PROBLEM DETAILS: Copy each line from the records below in which the word "refusal" is found.

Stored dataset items
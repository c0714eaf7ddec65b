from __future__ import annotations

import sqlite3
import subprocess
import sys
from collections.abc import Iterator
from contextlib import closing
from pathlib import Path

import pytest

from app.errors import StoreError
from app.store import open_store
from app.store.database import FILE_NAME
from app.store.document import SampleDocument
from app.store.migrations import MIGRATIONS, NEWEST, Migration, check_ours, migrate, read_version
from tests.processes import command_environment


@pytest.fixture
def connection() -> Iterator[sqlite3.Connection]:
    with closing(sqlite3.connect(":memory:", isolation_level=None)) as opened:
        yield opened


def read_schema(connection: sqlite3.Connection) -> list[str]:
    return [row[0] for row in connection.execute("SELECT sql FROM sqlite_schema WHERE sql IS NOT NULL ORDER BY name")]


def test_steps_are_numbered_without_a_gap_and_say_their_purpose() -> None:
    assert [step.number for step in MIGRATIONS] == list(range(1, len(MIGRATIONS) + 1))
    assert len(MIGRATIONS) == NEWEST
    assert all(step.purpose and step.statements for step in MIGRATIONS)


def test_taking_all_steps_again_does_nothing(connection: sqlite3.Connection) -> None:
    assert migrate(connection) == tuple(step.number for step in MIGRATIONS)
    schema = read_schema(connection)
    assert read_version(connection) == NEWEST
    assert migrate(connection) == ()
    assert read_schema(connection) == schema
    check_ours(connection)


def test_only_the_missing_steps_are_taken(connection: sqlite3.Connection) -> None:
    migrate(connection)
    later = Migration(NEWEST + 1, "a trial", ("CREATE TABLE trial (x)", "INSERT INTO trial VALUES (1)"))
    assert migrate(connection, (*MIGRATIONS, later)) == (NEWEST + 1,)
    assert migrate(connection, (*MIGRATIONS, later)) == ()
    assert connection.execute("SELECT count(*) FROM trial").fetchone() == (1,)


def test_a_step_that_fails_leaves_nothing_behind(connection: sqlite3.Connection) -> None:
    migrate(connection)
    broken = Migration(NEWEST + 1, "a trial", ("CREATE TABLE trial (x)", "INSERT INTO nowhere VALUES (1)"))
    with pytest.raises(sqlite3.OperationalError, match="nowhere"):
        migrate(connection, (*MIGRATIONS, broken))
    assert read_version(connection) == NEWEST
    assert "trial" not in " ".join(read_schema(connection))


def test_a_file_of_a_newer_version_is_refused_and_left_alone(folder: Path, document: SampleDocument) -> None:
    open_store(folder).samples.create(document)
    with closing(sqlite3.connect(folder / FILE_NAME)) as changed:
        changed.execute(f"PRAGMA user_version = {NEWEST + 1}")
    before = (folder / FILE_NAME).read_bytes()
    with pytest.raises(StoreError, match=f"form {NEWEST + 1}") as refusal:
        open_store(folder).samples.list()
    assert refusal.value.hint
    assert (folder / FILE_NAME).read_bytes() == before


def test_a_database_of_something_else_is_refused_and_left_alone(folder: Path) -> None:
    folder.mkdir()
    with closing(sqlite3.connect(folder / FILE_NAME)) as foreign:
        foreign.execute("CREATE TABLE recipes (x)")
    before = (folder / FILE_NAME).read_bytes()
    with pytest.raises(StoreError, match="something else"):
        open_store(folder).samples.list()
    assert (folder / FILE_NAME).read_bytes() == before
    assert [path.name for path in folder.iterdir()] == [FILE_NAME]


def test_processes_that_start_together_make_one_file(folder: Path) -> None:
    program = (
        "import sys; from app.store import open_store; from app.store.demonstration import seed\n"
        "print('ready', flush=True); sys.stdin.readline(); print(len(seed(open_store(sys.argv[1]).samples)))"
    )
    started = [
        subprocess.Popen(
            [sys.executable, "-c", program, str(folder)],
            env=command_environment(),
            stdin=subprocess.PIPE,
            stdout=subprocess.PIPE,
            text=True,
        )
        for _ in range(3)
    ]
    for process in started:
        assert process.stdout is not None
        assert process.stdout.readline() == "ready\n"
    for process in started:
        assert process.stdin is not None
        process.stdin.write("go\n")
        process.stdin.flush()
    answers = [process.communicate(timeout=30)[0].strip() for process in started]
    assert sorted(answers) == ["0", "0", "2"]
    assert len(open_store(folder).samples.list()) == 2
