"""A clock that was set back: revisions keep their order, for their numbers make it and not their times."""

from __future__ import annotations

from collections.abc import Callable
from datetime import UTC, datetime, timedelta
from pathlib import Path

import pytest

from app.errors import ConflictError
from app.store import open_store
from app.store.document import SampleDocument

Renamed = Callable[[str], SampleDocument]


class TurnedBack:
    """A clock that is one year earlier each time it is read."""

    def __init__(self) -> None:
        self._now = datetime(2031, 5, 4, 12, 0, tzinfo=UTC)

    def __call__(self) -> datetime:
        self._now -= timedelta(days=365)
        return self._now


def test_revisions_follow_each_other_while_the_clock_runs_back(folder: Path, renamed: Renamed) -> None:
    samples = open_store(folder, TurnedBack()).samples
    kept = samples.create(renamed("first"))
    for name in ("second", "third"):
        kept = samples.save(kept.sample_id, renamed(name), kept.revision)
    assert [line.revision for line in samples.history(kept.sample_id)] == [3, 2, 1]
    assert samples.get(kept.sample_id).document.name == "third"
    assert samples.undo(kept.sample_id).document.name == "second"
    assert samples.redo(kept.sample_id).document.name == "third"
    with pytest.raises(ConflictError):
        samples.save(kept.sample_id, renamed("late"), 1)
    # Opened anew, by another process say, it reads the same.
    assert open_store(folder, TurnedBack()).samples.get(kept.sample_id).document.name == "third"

TASK ANSWER:
    with pytest.raises(StoreError, match=f"form {NEWEST + 1}") as refusal:
    assert refusal.value.hint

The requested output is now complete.